Reputation – how to corrode it by not taking responsibility

In this historical clip, one of my favourites from 2009, Labour MP Hazel Blears answers a news reader’s question about her expense claims and the avoidance of tax on one of her houses. You often see politicians on TV evading questions, skirting around the issue, and presenting themselves and their beliefs, rather than answers to any specifics. Bill Clinton and Tony Blair were masters of any inquisition. Hazel Blears?…not so good!

Blears, in this car crash of an interview, which surely must be a low-point of her career, stumbles from stuttering too-fast speech to failing to answer the question, to coming across like she’s on the point not of telling the truth, but simply fleeing the scene. If you’ve any ambition to be a public speaker, or for whatever reason, a politician, having a nice clear voice and a rehearsed mantra is not good enough.
Firstly, and if you’re already a politician and you’ve never considered media training before, the golden rule is keep calm, and keep the appearance of calm. No one will listen if you, as old Hazel blatantly seems to be here, are wavering, appear to be lost, or look like you’re searching for the nearest open window. Even if you’re nervous, which is perfectly normal and a good source of energy, take your time and keep level-headed. Better to take a few pauses than try and extrapolate all your words at once.

Secondly, there is a difference between evading oncoming questions, and ignoring them. Ignoring accusatory questions achieves one thing- it makes you look like you have something to hide. Evasion of questions is when you appear to answer the question, but in fact you answer a slightly different question, or word your answer in a vague enough way to give some sustenance to the listener without revealing too much.

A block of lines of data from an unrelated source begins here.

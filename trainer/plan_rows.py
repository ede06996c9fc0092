"""The plan's [rows]: which file, which columns mean what, what is held out."""

from __future__ import annotations

import re
from fractions import Fraction
from itertools import combinations
from pathlib import Path

from trainer.plan_checks import Section, decimal_text, shown
from trainer.plan_classes import RowsPlan

LARGEST_SEED = 2**53 - 1
"""A seed goes into canonical JSON, which has no larger whole numbers."""

SUFFIXES = (".csv", ".npz", ".parquet")
_FILE_TODO = "name a .csv, a .npz or a .parquet"


def read_rows_table(section: Section, folder: Path) -> RowsPlan:
    """The table; paths in it are relative to `folder`."""
    section.refuse_other_keys(("file", "label", "classes", "weight", "group", "held_out", "seed"))
    file = section.text("file", None, _FILE_TODO)
    if file and not file.lower().endswith(SUFFIXES):
        section.report("file", f"found {shown(file)}", _FILE_TODO)
    rows = RowsPlan(
        file=folder / file,
        label=section.text("label", None, "name the column that holds the class"),
        classes=_classes(section),
        held_out=_held_out(section),
        seed=_seed(section),
        weight=_column(section, "weight", "name the column of row weights"),
        group=_column(section, "group", "name the column whose rows stay together"),
    )
    for (one, column), (other, same) in combinations(named_columns(rows), 2):
        if column and column == same:
            section.report(other, f"found {shown(same)}, which is the {one}", "name another column")
    return rows


def named_columns(rows: RowsPlan) -> list[tuple[str, str]]:
    """(key, column) of each column that [rows] names."""
    columns = [("label", rows.label), ("weight", rows.weight), ("group", rows.group)]
    columns.append(("held_out", rows.held_out if isinstance(rows.held_out, str) else None))
    return [(key, column) for key, column in columns if column is not None]


def is_pattern(file: str) -> bool:
    return bool(re.search(r"[*?\[]", file))


def _column(section: Section, key: str, todo: str) -> str | None:
    return section.text(key, None, todo) if key in section.table else None


def _classes(section: Section) -> tuple[str, ...] | None:
    if "classes" not in section.table:
        return None
    todo = "list two classes, the event last"
    classes = section.texts("classes", todo)
    value = section.table["classes"]
    if isinstance(value, list) and len(value) > 2:
        section.report("classes", f"found {len(value)}: more than two are not there yet", todo)
    elif isinstance(value, list) and len(value) < 2:
        section.report("classes", f"found {len(value)}", todo)
    return classes


def _held_out(section: Section) -> Fraction | str:
    default = Fraction(1, 4)
    todo = "write a share from 0 to below 1, or the name of a column of 0 and 1"
    if isinstance(section.table.get("held_out"), str):
        return section.text("held_out", None, todo)
    share = section.number("held_out", default, todo)
    if not 0 <= share < 1:
        section.report("held_out", f"found {decimal_text(share)}", todo)
    return share


def _seed(section: Section) -> int:
    value = section.table.get("seed", 0)
    if isinstance(value, int) and not isinstance(value, bool) and 0 <= value <= LARGEST_SEED:
        return value
    section.report("seed", f"found {shown(value)}", f"write a whole number from 0 to {LARGEST_SEED}")
    return 0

A good tactic here is to never challenge the assumptions behind a question unless they become overt, or it serves you to answer them. What dear old Hazel is doing is that over used tactic of feeling peoples pain and saying how important her constituents are and that she understands their anger. All well and good if you felt that she was being sincere but these seem like pre-rehearsed lines. A proper Mea culpa would be better.

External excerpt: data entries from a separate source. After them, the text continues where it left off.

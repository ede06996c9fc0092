"""Rows from a CSV file, checked against the plan, in blocks: one pass, every mistake reported at once.

A problem names the line on which its row starts. `records` knows the file format, `cells` what is a number; here stand
the header, what the rows give where the plan is silent, and which rows are kept.
"""

from __future__ import annotations

import difflib
from collections import Counter
from collections.abc import Sequence
from dataclasses import dataclass, replace
from fractions import Fraction
from itertools import islice

import numpy as np
import numpy.typing as npt

from runtime_min.errors import Problem, RowsError
from runtime_min.names import c_input_name, name_and_unit, name_problem
from trainer.cells import Column, Findings, Floats, read_block, shown_number
from trainer.plan import InputPlan, Plan
from trainer.plan_checks import listed, range_problem, shown
from trainer.records import Lines, opened, records
from trainer.split import row_keys

_BLOCK_RECORDS = 4096
_NAME_ALL = "name every input with [[input]] in the plan"


@dataclass(frozen=True)
class Rows:
    """The rows that were kept, in file order: n rows, p inputs in the plan's order.

    `inputs`: the plan's, completed with ranges read from the kept rows where the plan has none.
    `values`: (n, p); the measured value in the plan's unit, clamped where the plan says so; a level's index. NaN only
    where a value is missing and the plan says `missing = "typical"`: the fit puts in what is typical of its rows.
    `labels`: (n,) class index.
    `keys`: what `split` tells rows apart by, without the seed; from values as parsed, before clamping.
    `dropped`: rows left out for a value missing under `missing = "fault"`; `total`: rows in the file.
    `sha256`: of the file's bytes; of several files, of the lines of their digests in the order of their names.
    `weights`: (n,) > 0; a row of weight 0 is read and counted in `total`, then left out, so that it has no influence.
    `groups`: (n,) the group's text. `held_out`: (n,) True where the plan's column of held-out rows has 1.
    Each of the three is None where the plan names no column. The arrays are read-only.
    """

    inputs: tuple[InputPlan, ...]
    classes: tuple[str, ...]
    values: Floats
    labels: npt.NDArray[np.int64]
    keys: tuple[bytes, ...]
    dropped: int
    total: int
    sha256: str
    weights: Floats | None = None
    groups: tuple[str, ...] | None = None
    held_out: npt.NDArray[np.bool_] | None = None


def read_rows(plan: Plan) -> Rows:
    """The rows of the plan's file. Raises RowsError with every problem; of many, the first 20 and a count."""
    where = str(plan.rows.file)
    with opened(plan.rows.file) as stream:
        lines = Lines(stream, where)
        table = records(lines)
        _, header = next(table, (1, []))
        if not header:
            raise RowsError(Problem(where, "found no header", "give a .csv with a header and rows"))
        inputs, label, measured = _columns(plan, header, where)
        findings = Findings(where)
        total = 0
        try:
            while block := list(islice(table, _BLOCK_RECORDS)):
                total += len(block)
                read_block(block, len(header), [label, *measured], findings)
        except RowsError as broken:
            findings.add_last(broken.problems)
    findings.raise_any()
    if not total:
        raise RowsError(Problem(where, "found a header and no rows", "give a .csv with rows"))

    values = np.column_stack([column.joined() for column in measured])
    at_fault = np.array([entry.missing == "fault" for entry in inputs])
    kept = ~np.any(np.isnan(values) & at_fault, axis=1)
    values = values[kept]
    classes, labels = _labels(plan, label, kept, where)
    inputs = _completed(plan, inputs, values, where)
    parsed = [_parsed(entry, column) for entry, column in zip(inputs, values.T, strict=True)]
    keys = row_keys([classes[index] for index in labels], parsed)
    for position, entry in enumerate(inputs):
        if entry.outside == "clamp" and entry.low is not None and entry.high is not None:
            values[:, position] = np.clip(values[:, position], float(entry.low), float(entry.high))
    values.flags.writeable = labels.flags.writeable = False
    return Rows(inputs, classes, values, labels, keys, int(np.sum(~kept)), total, lines.sha256)


def _columns(plan: Plan, header: list[str], where: str) -> tuple[tuple[InputPlan, ...], Column, list[Column]]:
    """(the inputs, the label's column, one column an input)."""
    place = f"{where}: line 1"
    problems = [
        Problem(place, f"found {count} columns named {shown(name)}", "rename all but one")
        for name, count in Counter(header).items()
        if count > 1 and name
    ]
    label_position = _position(plan.rows.label, header, place, "the label", problems)
    inputs = plan.inputs or _inputs_of(header, plan.rows.label, place, problems)
    positions = [_position(entry.column, header, place, f"input {shown(entry.name)}", problems) for entry in inputs]
    if problems:
        raise RowsError(problems)
    classes = plan.rows.classes
    label = Column(
        plan.rows.label,
        label_position,
        "correct it, or remove the row",
        codes={text: index for index, text in enumerate(classes or ())},
        grows=classes is None,
        may_be_missing=False,
    )
    named = bool(plan.inputs)
    measured = [_measured(entry, position, named) for entry, position in zip(inputs, positions, strict=True)]
    return inputs, label, measured


def _measured(entry: InputPlan, position: int, named: bool) -> Column:
    if entry.levels:
        codes = {text: index for index, text in enumerate(entry.levels)}
        return Column(entry.column, position, "correct it, or add it to levels", codes=codes)
    if named:
        limits = None
        if entry.outside == "fault" and entry.low is not None and entry.high is not None:
            limits = (entry.low, entry.high)
        todo = "correct it, or leave the field empty where a value is missing"
        return Column(entry.column, position, todo, limits=limits)
    return Column(entry.column, position, f"{_NAME_ALL}, text with levels", refuse_once=True)


def _position(name: str, header: list[str], place: str, what: str, problems: list[Problem]) -> int:
    if name in header:
        return header.index(name)
    near = difflib.get_close_matches(name, header, n=1)
    todo = f"write {shown(near[0])} in the plan if that is meant" if near else "name a column of the file in the plan"
    problems.append(Problem(place, f"found no column {shown(name)} for {what}", todo))
    return -1


def _inputs_of(header: list[str], label: str, place: str, problems: list[Problem]) -> tuple[InputPlan, ...]:
    """Every column but the label as a number: for a plan that names no input."""
    inputs: list[InputPlan] = []
    spelled: dict[str, str] = {}
    for column in header:
        if column == label:
            continue
        name, unit = name_and_unit(column)
        in_c = c_input_name(name, unit)
        if problem := name_problem(name):
            problems.append(Problem(place, f"{problem}, for the header {shown(column)}", _NAME_ALL))
        elif spelled.setdefault(in_c, column) != column:
            found = f"found the headers {shown(spelled[in_c])} and {shown(column)}, both {in_c} in C"
            problems.append(Problem(place, found, _NAME_ALL))
        inputs.append(InputPlan(name, column, unit, None, None, "fault", "fault", (), assumed=True))
    if not inputs:
        problems.append(Problem(place, "found no column but the label", "give a column for each input"))
    return tuple(inputs)


def _labels(
    plan: Plan, label: Column, kept: npt.NDArray[np.bool_], where: str
) -> tuple[tuple[str, ...], npt.NDArray[np.int64]]:
    """(the class names, the class of each kept row). Classes that the plan does not name are sorted."""
    place = f"{where}: column {shown(label.header)}"
    found_names = list(label.codes or ())
    classes = plan.rows.classes or tuple(sorted(found_names))
    if len(classes) > 2:
        found = f"found {len(classes)} classes, {listed(classes)}: more than two are not there yet"
        raise RowsError(Problem(place, found, "name two with classes, and remove the rows of the others"))
    places = np.array([classes.index(name) for name in found_names], np.int64)
    labels = places[label.joined().astype(np.int64)][kept]
    if not len(labels):
        found = f"found a value missing in each of {len(kept)} rows"
        raise RowsError(Problem(where, found, 'write missing = "typical" for the inputs that are often missing'))
    missing = [name for index, name in enumerate(classes) if not np.any(labels == index)]
    if len(classes) < 2:
        raise RowsError(Problem(place, f"found only the class {shown(classes[0])}", "give rows of two classes"))
    if missing:
        found = f"found no row of the class {listed(missing)} among the {len(labels)} that miss no value"
        raise RowsError(Problem(place, found, "give rows of both classes"))
    return classes, labels


def _completed(plan: Plan, inputs: Sequence[InputPlan], values: Floats, where: str) -> tuple[InputPlan, ...]:
    """The inputs with a range for each number: where the plan has none, what the rows span and a tenth on each side."""
    problems: list[Problem] = []
    completed = []
    for entry, column in zip(inputs, values.T, strict=True):
        if entry.levels or entry.low is not None:
            completed.append(entry)
            continue
        place = f"{where}: column {shown(entry.column)}"
        present = column[~np.isnan(column)]
        if not len(present):
            problems.append(Problem(place, "found no value", "remove the input"))
            continue
        least, largest = float(present.min()), float(present.max())
        if least == largest:
            found = f"found {shown_number(least)} in every row"
            problems.append(Problem(place, found, "remove the input: a constant says nothing of the class"))
            continue
        tenth = (Fraction(largest) - Fraction(least)) / 10
        low, high = Fraction(least) - tenth, Fraction(largest) + tenth
        if problem := range_problem(low, high, plan.device.arithmetic):
            problems.append(Problem(place, problem[0], "write a range in the plan, or another arithmetic"))
        completed.append(replace(entry, low=low, high=high, assumed=True))
    if problems:
        raise RowsError(problems)
    return tuple(completed)


def _parsed(entry: InputPlan, column: Floats) -> list[str | float | None]:
    """What a split tells rows apart by: a number as parsed, a level's text, None where it is missing."""
    if entry.levels:
        return [None if value != value else entry.levels[int(value)] for value in column.tolist()]
    return [None if value != value else value for value in column.tolist()]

And lastly, my final piece of advice to anyone out there wishing to pursue a political career. If you don’t want to face the sort of boiling Hazel Blears got, think about the ramifications your actions may have in the first place and try to frame these actions with the phrase “If I get interviewed about this on national TV, will I damage my reputation?”. This is a good tactic for anyone; politician or businessman

The best example of a politician taking full responsibility for her short comings was Estelle Morris resigning as Education secretary saying that she didn’t feel she was up to the job! How refreshing.